Gather the lines below that include the string "print", copying each in full.

- **The input**:
-----

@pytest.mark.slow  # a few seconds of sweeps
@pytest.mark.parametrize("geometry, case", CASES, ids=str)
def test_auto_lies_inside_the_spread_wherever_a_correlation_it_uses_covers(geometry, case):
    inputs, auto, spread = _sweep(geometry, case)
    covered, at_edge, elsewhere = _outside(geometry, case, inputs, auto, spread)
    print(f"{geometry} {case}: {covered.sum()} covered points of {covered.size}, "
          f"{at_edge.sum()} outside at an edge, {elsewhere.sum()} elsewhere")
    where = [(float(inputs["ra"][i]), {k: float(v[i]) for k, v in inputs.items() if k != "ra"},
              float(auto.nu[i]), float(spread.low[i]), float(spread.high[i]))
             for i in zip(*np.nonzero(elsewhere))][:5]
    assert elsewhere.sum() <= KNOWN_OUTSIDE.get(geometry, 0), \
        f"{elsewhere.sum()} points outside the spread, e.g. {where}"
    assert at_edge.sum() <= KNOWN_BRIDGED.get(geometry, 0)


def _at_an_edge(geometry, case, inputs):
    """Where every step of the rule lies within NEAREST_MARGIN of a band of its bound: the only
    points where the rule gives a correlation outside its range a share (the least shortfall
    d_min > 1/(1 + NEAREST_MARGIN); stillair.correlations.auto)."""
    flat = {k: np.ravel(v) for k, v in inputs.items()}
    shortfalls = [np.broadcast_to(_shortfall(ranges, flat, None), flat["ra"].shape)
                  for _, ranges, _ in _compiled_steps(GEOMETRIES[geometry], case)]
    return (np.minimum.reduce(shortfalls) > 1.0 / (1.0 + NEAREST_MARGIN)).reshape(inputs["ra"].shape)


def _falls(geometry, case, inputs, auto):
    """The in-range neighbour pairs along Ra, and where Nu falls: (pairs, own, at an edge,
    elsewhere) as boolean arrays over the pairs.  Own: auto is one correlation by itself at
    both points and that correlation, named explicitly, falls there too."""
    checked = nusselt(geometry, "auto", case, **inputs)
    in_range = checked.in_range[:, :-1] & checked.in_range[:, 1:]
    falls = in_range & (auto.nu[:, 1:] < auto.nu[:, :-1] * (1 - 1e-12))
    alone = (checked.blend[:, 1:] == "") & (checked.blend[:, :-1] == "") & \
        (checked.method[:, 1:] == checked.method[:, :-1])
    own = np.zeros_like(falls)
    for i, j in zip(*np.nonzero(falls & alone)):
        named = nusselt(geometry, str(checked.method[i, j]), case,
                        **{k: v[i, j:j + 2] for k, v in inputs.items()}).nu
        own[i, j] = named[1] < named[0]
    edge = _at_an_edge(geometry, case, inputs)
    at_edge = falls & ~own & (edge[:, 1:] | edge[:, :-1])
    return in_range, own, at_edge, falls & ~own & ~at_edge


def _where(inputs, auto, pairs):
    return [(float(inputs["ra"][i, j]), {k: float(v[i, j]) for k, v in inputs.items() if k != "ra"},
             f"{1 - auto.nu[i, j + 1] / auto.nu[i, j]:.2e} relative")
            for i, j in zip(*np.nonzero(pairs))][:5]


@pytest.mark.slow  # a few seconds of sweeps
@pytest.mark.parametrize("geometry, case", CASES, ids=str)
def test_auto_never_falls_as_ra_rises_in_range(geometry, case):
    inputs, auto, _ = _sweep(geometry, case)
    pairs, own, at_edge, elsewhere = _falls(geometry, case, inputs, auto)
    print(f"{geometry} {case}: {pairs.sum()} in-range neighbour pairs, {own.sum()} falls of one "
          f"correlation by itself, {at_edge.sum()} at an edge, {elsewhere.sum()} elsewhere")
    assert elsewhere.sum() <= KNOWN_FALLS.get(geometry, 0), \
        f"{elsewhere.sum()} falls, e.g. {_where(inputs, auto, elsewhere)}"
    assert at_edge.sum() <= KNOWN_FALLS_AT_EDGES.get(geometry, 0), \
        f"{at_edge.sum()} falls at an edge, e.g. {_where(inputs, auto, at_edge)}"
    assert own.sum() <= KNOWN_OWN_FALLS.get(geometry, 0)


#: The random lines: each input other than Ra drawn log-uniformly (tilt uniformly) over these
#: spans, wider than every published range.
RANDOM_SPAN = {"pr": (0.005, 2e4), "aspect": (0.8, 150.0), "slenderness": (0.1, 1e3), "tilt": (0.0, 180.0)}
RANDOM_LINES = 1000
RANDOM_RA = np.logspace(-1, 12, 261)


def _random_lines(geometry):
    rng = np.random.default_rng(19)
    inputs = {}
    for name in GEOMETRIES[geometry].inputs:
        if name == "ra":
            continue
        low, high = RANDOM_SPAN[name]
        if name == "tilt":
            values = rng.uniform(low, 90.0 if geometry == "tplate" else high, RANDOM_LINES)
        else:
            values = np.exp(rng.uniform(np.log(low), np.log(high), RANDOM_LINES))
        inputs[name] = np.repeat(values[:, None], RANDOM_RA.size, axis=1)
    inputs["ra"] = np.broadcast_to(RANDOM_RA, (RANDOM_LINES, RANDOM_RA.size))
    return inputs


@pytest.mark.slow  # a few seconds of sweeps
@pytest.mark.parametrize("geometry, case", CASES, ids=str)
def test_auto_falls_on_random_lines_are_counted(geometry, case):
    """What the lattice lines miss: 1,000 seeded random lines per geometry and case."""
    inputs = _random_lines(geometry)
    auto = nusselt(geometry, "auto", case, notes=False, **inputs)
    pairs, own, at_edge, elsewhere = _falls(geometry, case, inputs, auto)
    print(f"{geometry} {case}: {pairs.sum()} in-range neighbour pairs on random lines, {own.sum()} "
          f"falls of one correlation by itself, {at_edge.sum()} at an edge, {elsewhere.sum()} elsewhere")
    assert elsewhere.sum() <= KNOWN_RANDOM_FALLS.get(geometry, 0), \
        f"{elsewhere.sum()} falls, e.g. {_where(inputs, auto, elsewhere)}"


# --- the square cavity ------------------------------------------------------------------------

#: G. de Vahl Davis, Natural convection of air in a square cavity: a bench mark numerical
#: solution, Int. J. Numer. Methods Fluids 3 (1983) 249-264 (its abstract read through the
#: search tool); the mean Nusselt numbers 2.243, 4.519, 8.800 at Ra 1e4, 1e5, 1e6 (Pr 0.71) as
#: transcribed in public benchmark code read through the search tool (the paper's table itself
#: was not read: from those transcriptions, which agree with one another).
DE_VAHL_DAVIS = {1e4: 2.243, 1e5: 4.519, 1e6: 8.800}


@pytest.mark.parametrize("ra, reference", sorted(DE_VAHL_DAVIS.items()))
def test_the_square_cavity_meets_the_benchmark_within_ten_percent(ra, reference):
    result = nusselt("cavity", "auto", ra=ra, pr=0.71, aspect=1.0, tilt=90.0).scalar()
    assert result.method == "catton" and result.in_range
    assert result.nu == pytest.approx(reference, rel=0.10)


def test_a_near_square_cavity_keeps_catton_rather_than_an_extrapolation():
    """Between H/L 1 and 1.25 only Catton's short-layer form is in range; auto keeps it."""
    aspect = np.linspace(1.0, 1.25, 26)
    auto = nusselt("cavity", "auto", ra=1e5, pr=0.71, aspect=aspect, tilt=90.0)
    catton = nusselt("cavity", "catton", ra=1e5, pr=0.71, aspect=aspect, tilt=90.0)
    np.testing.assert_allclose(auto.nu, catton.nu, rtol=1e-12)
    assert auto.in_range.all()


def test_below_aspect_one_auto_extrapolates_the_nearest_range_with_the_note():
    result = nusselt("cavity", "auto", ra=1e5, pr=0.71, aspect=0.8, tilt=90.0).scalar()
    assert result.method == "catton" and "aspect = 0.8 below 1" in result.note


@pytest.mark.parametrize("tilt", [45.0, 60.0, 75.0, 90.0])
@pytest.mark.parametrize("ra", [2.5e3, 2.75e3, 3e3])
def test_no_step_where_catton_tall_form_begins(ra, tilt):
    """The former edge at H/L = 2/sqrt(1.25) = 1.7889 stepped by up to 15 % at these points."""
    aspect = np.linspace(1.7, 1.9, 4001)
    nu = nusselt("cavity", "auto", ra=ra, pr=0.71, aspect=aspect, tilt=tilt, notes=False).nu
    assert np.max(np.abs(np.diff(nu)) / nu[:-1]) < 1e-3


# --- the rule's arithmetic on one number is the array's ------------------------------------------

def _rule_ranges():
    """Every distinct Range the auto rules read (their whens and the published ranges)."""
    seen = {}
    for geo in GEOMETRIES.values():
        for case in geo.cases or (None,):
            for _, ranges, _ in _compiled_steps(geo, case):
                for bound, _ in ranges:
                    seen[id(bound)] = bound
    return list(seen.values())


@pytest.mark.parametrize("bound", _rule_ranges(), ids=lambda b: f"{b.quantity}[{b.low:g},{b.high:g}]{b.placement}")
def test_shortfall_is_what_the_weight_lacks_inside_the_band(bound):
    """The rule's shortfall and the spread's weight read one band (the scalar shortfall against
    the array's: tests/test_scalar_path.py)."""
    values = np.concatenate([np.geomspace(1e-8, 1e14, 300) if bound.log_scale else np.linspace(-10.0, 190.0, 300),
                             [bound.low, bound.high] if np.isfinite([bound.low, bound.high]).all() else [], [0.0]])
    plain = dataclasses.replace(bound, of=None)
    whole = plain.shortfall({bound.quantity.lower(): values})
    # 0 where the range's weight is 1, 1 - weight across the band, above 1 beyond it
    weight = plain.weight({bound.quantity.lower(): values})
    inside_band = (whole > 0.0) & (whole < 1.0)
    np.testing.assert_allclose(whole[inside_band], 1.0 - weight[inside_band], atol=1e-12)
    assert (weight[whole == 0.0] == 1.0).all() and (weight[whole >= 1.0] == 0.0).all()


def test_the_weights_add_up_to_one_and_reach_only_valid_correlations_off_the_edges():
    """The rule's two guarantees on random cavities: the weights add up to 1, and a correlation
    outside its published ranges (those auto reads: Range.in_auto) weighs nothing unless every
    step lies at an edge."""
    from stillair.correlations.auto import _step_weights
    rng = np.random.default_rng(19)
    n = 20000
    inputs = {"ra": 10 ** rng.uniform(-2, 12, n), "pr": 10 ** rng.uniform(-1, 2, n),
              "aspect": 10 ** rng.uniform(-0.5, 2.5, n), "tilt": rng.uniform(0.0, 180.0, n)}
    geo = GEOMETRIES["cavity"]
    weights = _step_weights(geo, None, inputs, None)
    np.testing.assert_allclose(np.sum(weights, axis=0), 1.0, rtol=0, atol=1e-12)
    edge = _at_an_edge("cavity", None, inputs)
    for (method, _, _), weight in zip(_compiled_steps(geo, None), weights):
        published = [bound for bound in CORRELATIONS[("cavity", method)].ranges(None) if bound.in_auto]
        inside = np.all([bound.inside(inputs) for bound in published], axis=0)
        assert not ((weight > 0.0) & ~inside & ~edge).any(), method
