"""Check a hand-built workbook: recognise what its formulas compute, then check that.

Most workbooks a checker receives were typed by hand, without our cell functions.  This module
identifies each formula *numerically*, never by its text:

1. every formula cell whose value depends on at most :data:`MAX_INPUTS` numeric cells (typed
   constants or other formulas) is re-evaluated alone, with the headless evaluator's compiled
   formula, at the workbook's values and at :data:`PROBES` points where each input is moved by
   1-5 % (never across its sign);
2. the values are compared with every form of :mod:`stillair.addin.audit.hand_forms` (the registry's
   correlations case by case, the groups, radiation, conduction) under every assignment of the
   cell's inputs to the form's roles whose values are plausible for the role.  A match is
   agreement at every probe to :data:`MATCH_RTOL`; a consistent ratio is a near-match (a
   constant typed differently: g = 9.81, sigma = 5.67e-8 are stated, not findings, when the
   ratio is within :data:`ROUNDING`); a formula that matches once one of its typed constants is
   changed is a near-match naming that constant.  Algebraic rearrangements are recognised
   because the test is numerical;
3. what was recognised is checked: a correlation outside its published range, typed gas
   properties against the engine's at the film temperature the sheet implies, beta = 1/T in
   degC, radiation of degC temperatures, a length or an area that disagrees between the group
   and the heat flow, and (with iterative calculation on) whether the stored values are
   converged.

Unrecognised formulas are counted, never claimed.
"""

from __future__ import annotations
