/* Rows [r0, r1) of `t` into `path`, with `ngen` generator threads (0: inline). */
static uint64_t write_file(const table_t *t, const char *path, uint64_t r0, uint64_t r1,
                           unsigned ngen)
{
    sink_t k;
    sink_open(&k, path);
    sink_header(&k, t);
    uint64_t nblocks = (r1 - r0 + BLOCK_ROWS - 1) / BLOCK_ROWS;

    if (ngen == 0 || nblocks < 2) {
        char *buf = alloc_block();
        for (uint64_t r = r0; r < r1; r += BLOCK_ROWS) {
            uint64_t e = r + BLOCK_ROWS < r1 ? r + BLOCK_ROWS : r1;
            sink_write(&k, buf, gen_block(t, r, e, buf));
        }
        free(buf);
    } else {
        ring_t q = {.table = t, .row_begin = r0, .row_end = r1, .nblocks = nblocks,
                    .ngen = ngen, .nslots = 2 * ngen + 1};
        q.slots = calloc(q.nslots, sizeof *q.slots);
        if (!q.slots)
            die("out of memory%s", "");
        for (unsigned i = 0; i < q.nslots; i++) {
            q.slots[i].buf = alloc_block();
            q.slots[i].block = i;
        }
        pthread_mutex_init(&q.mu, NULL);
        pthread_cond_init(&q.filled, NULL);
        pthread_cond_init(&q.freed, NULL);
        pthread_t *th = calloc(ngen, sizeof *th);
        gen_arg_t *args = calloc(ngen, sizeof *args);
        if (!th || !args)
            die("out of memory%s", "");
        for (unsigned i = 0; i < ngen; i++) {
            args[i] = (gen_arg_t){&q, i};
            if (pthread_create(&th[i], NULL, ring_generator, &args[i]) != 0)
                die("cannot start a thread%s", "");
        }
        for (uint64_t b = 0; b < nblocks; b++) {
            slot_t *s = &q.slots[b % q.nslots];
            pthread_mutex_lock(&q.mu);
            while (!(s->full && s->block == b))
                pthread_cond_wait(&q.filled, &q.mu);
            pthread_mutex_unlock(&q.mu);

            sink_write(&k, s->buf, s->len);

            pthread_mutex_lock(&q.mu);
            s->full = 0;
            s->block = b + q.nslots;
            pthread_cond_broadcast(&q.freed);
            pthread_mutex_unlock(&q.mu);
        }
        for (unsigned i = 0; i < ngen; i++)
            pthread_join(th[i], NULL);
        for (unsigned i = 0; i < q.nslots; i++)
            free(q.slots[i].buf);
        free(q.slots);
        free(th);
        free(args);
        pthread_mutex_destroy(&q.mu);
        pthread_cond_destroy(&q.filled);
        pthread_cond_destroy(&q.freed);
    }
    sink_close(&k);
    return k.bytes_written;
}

-----

- **Exercise result**:
    print(f"{geometry} {case}: {covered.sum()} covered points of {covered.size}, "
    print(f"{geometry} {case}: {pairs.sum()} in-range neighbour pairs, {own.sum()} falls of one "
    print(f"{geometry} {case}: {pairs.sum()} in-range neighbour pairs on random lines, {own.sum()} "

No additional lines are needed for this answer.